**Supplied information:**
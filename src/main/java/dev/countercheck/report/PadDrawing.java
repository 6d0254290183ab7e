package dev.countercheck.report;

import dev.countercheck.report.HtmlModel.DrawingView;
import dev.countercheck.report.HtmlModel.LegendRow;
import dev.countercheck.review.Drawing.SectionLine;
import dev.countercheck.review.PadFootingDrawing;
import dev.countercheck.submission.Column;
import dev.countercheck.submission.Column.ColumnShape;
import dev.countercheck.submission.PadFooting;
import dev.countercheck.submission.Point;

import java.util.ArrayList;
import java.util.List;

/**
 * A pad footing drawn to scale: the plan with the zone in contact under the drawn case, the column, the
 * critical sections of bending and shear and the governing control perimeter; below it the ground pressure
 * along x through the column centre. x to the right, y up, as in the submission.
 */
final class PadDrawing {

    private static final double WIDTH = 800;
    private static final double LEFT = 92;
    private static final double RIGHT = 160;
    private static final double TOP = 40;
    private static final double BOTTOM = 40;
    private static final double MAX_HEIGHT = 380;
    private static final double DIAGRAM = 120;
    /** The width a character of the small text takes at most, px (as the drawing tests measure it). */
    private static final double MARGIN_CHAR_WIDTH = 5.5;
    private static final String CONTACT = "fill=\"#d9e6d0\" stroke=\"#4f7a3a\" stroke-width=\"1.2\"";
    private static final String PRESSURE = "fill=\"#cfdcec\" stroke=\"#2f5d8a\" stroke-width=\"1.2\"";
    private static final String FACE = "stroke=\"#8a6a12\" stroke-width=\"1.2\" stroke-dasharray=\"4 3\"";

    private final PadFootingDrawing drawing;
    private final PadFooting pad;
    private final double scale;
    private final double cx;
    private final double cy;

    private PadDrawing(PadFootingDrawing drawing) {
        this.drawing = drawing;
        this.pad = drawing.pad();
        this.scale = Math.min((WIDTH - LEFT - RIGHT) / pad.planXMm(), MAX_HEIGHT / pad.planYMm());
        this.cx = LEFT + (WIDTH - LEFT - RIGHT) / 2;
        this.cy = TOP + pad.planYMm() * scale / 2;
    }

    static DrawingView view(String id, PadFootingDrawing drawing) {
        PadDrawing d = new PadDrawing(drawing);
        return new DrawingView(d.plan(id), d.pressure(), legend(id, drawing), List.of());
    }

    private double x(double mm) {
        return cx + mm * scale;
    }

    private double y(double mm) {
        return cy - mm * scale;
    }

    private String plan(String id) {
        double hx = pad.planXMm() / 2;
        double hy = pad.planYMm() / 2;
        Svg svg = new Svg(WIDTH, TOP + pad.planYMm() * scale + BOTTOM, "Plan of pad footing " + pad.id());
        svg.rect(x(-hx), y(hy), pad.planXMm() * scale, pad.planYMm() * scale, Styles.CAP);
        Svg.Path contact = new Svg.Path();
        List<Point> outline = drawing.contactOutline();
        for (int i = 0; i < outline.size(); i++) {
            Point p = outline.get(i);
            if (i == 0) {
                contact.moveTo(x(p.xMm()), y(p.yMm()));
            } else {
                contact.lineTo(x(p.xMm()), y(p.yMm()));
            }
        }
        svg.path(contact.close(), CONTACT);
        svg.clipTo(id + "-on-pad", x(-hx), y(hy), pad.planXMm() * scale, pad.planYMm() * scale);
        drawing.controlPerimeterMm().ifPresent(a -> perimeter(svg, a));
        svg.endGroup();
        for (SectionLine s : drawing.sections()) {
            boolean shear = s.checkId().startsWith("shear");
            String style = shear ? Styles.SHEAR : FACE;
            if ("x".equals(s.axis())) {
                svg.line(x(s.positionMm()), y(hy), x(s.positionMm()), y(-hy), style);
            } else {
                svg.line(x(-hx), y(s.positionMm()), x(hx), y(s.positionMm()), style);
            }
        }
        column(svg, pad.column());
        svg.text(x(hx) + 8, y(hy) + 12, "Lx " + ReportNumbers.display(pad.planXMm(), "mm") + " mm", "start",
                Styles.TEXT);
        svg.text(x(hx) + 8, y(hy) + 26, "Ly " + ReportNumbers.display(pad.planYMm(), "mm") + " mm", "start",
                Styles.TEXT);
        svg.text(x(hx) + 8, y(hy) + 40, "h " + ReportNumbers.display(pad.depthMm(), "mm") + " mm", "start",
                Styles.TEXT);
        marginLabel(svg, x(hx) + 8, y(-hy), wrapped("contact under", drawing.pressureCase(), ""));
        return svg.done();
    }

    private static void marginLabel(Svg svg, double x, double y, List<String> lines) {
        for (int i = 0; i < lines.size(); i++) {
            svg.text(x, y + 13 * i, lines.get(i), "start", Styles.TEXT_SMALL);
        }
    }

    /**
     * {@code before}, the case's name and {@code after} (each may be empty) in lines that fit the right margin,
     * broken before each " + " of a generated combination's name (a part longer than a line keeps a line of its
     * own).
     */
    static List<String> wrapped(String before, String caseName, String after) {
        int fits = (int) ((RIGHT - 8) / MARGIN_CHAR_WIDTH);
        List<String> parts = new ArrayList<>();
        if (!before.isEmpty()) {
            parts.add(before);
        }
        String[] terms = caseName.split(" \\+ ");
        for (int i = 0; i < terms.length; i++) {
            parts.add((i == 0 ? "" : "+ ") + terms[i] + (i == terms.length - 1 && !after.isEmpty() ? ", " + after : ""));
        }
        List<String> lines = new ArrayList<>();
        StringBuilder line = new StringBuilder();
        for (String part : parts) {
            if (line.length() > 0 && line.length() + 1 + part.length() > fits) {
                lines.add(line.toString());
                line = new StringBuilder();
            }
            line.append(line.length() == 0 ? "" : " ").append(part);
        }
        lines.add(line.toString());
        return lines;
    }

    private void perimeter(Svg svg, double a) {
        Column c = pad.column();
        double px = c.position().xMm();
        double py = c.position().yMm();
        if (c.shape() == ColumnShape.CIRCULAR) {
            svg.circle(x(px), y(py), (c.cxMm() / 2 + a) * scale, Styles.PERIMETER);
            return;
        }
        double hx = c.cxMm() / 2;
        double hy = c.cyMm() / 2;
        double r = a * scale;
        Svg.Path p = new Svg.Path().moveTo(x(px - hx), y(py + hy + a)).lineTo(x(px + hx), y(py + hy + a))
                .arcTo(r, x(px + hx + a), y(py + hy), true).lineTo(x(px + hx + a), y(py - hy))
                .arcTo(r, x(px + hx), y(py - hy - a), true).lineTo(x(px - hx), y(py - hy - a))
                .arcTo(r, x(px - hx - a), y(py - hy), true).lineTo(x(px - hx - a), y(py + hy))
                .arcTo(r, x(px - hx), y(py + hy + a), true).close();
        svg.path(p, Styles.PERIMETER);
    }

    private void column(Svg svg, Column c) {
        if (c.shape() == ColumnShape.CIRCULAR) {
            svg.circle(x(c.position().xMm()), y(c.position().yMm()), c.cxMm() / 2 * scale, Styles.COLUMN_EDGE);
        } else {
            svg.rect(x(c.position().xMm() - c.cxMm() / 2), y(c.position().yMm() + c.cyMm() / 2), c.cxMm() * scale,
                    c.cyMm() * scale, Styles.COLUMN_EDGE);
        }
    }

    /** The pressure along x through the column centre, q drawn downwards from the base line. */
    private String pressure() {
        double hx = pad.planXMm() / 2;
        double yc = pad.column().position().yMm();
        int n = 80;
        double qMax = 0;
        for (int i = 0; i <= n; i++) {
            qMax = Math.max(qMax, drawing.pressureKpa(-hx + pad.planXMm() * i / n, yc));
        }
        double base = 30;
        Svg svg = new Svg(WIDTH, base + DIAGRAM + 30, "Ground pressure under " + pad.id() + " along x");
        svg.rect(x(-hx), base - 14, pad.planXMm() * scale, 14, Styles.CAP_SECTION);
        if (qMax > 0) {
            double k = DIAGRAM / qMax;
            Svg.Path p = new Svg.Path().moveTo(x(-hx), base);
            List<double[]> points = new ArrayList<>();
            for (int i = 0; i <= n; i++) {
                double xm = -hx + pad.planXMm() * i / n;
                points.add(new double[] {xm, drawing.pressureKpa(xm, yc)});
            }
            points.forEach(q -> p.lineTo(x(q[0]), base + q[1] * k));
            svg.path(p.lineTo(x(hx), base).close(), PRESSURE);
            svg.text(x(hx) + 8, base + DIAGRAM, "q,max " + ReportNumbers.display(qMax, "kPa") + " kPa", "start",
                    Styles.TEXT);
        }
        svg.text(x(-hx) - 8, base - 2, "q", "end", Styles.TEXT);
        marginLabel(svg, x(hx) + 8, base - 2, wrapped("", drawing.pressureCase(),
                "y = " + ReportNumbers.display(yc, "mm") + " mm"));
        return svg.done();
    }

    private static List<LegendRow> legend(String id, PadFootingDrawing drawing) {
        List<LegendRow> rows = new ArrayList<>();
        rows.add(new LegendRow(sample("pad", s -> s.rect(3, 3, 40, 12, Styles.CAP)), "Footing outline; the column"
                + " outlined on it."));
        rows.add(new LegendRow(sample("contact", s -> s.rect(3, 3, 40, 12, CONTACT)), "Zone in contact with the"
                + " ground under " + drawing.pressureCase() + " (column actions alone, no tension); below the plan,"
                + " that pressure along x through the column centre."));
        rows.add(new LegendRow(sample("face", s -> s.line(3, 9, 43, 9, FACE)), "Bending sections at the column"
                + " faces (bending-x, bending-y)."));
        rows.add(new LegendRow(sample("shear", s -> s.line(3, 9, 43, 9, Styles.SHEAR)), "One-way shear sections at"
                + " d from the column faces (shear-x, shear-y)."));
        drawing.controlPerimeterMm().ifPresent(a -> rows.add(new LegendRow(sample("perimeter",
                s -> s.rect(3, 3, 40, 12, Styles.PERIMETER + " rx=\"5\"")), "Governing control perimeter at a = "
                + ReportNumbers.display(a, "mm") + " mm from the column face; only the part on the footing counts.")));
        return rows;
    }

    private interface Painter {
        void paint(Svg svg);
    }

    private static String sample(String name, Painter painter) {
        Svg svg = new Svg(46, 18, "legend sample: " + name, "sample");
        painter.paint(svg);
        return svg.done();
    }
}
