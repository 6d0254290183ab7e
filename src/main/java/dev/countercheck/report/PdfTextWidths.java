package dev.countercheck.report;

import com.openhtmltopdf.extend.FontContext;
import com.openhtmltopdf.pdfboxout.PdfBoxFSFont;
import com.openhtmltopdf.pdfboxout.PdfBoxFontResolver.FontDescription;
import com.openhtmltopdf.pdfboxout.PdfBoxTextRenderer;
import com.openhtmltopdf.render.FSFont;

import java.util.HashMap;
import java.util.IdentityHashMap;
import java.util.List;
import java.util.Map;

/**
 * The renderer's text measure, each width remembered for the document: the renderer measures a word
 * each time it sets a line and each time it sizes a table column, and a report repeats the same words,
 * numbers and symbols thousands of times; PDFBox measures a string by encoding it glyph by glyph. A
 * width depends only on the font's faces, its size and the text, so the remembered width is the one
 * measured the first time, and the layout is the same.
 */
final class PdfTextWidths extends PdfBoxTextRenderer {

    /** The faces (in their order of use) and the size of a font. */
    private record Font(List<FontDescription> faces, float size) {
    }

    /** The widths by font object, each the map of the font's faces and size (the renderer makes many equal font objects). */
    private final Map<FSFont, Map<String, Integer>> byObject = new IdentityHashMap<>();
    private final Map<Font, Map<String, Integer>> byFont = new HashMap<>();

    @Override
    public int getWidth(FontContext context, FSFont font, String text) {
        Map<String, Integer> widths = byObject.computeIfAbsent(font, this::widths);
        Integer width = widths.get(text);
        if (width == null) {
            width = super.getWidth(context, font, text);
            widths.put(text, width);
        }
        return width;
    }

    private Map<String, Integer> widths(FSFont font) {
        if (!(font instanceof PdfBoxFSFont pdfFont)) {
            return new HashMap<>();
        }
        return byFont.computeIfAbsent(new Font(pdfFont.getFontDescriptions(), pdfFont.getSize2D()), f -> new HashMap<>());
    }
}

**What you need to do:**
An exact transcription of the lines from the start of the listing through the line bearing "private final PadFooting pad;" is the whole answer.

**Solution:**
filename src/main/java/dev/countercheck/report/PadDrawing.java
repository 6d0254290183ab7e
package dev.countercheck.report;

import dev.countercheck.report.HtmlModel.DrawingView;
import dev.countercheck.report.HtmlModel.LegendRow;
import dev.countercheck.review.Drawing.SectionLine;
import dev.countercheck.review.PadFootingDrawing;
import dev.countercheck.submission.Column;
import dev.countercheck.submission.Column.ColumnShape;
import dev.countercheck.submission.PadFooting;
import dev.countercheck.submission.Point;

import java.util.ArrayList;
import java.util.List;

/**
 * A pad footing drawn to scale: the plan with the zone in contact under the drawn case, the column, the
 * critical sections of bending and shear and the governing control perimeter; below it the ground pressure
 * along x through the column centre. x to the right, y up, as in the submission.
 */
final class PadDrawing {

    private static final double WIDTH = 800;
    private static final double LEFT = 92;
    private static final double RIGHT = 160;
    private static final double TOP = 40;
    private static final double BOTTOM = 40;
    private static final double MAX_HEIGHT = 380;
    private static final double DIAGRAM = 120;
    /** The width a character of the small text takes at most, px (as the drawing tests measure it). */
    private static final double MARGIN_CHAR_WIDTH = 5.5;
    private static final String CONTACT = "fill=\"#d9e6d0\" stroke=\"#4f7a3a\" stroke-width=\"1.2\"";
    private static final String PRESSURE = "fill=\"#cfdcec\" stroke=\"#2f5d8a\" stroke-width=\"1.2\"";
    private static final String FACE = "stroke=\"#8a6a12\" stroke-width=\"1.2\" stroke-dasharray=\"4 3\"";

    private final PadFootingDrawing drawing;
    private final PadFooting pad;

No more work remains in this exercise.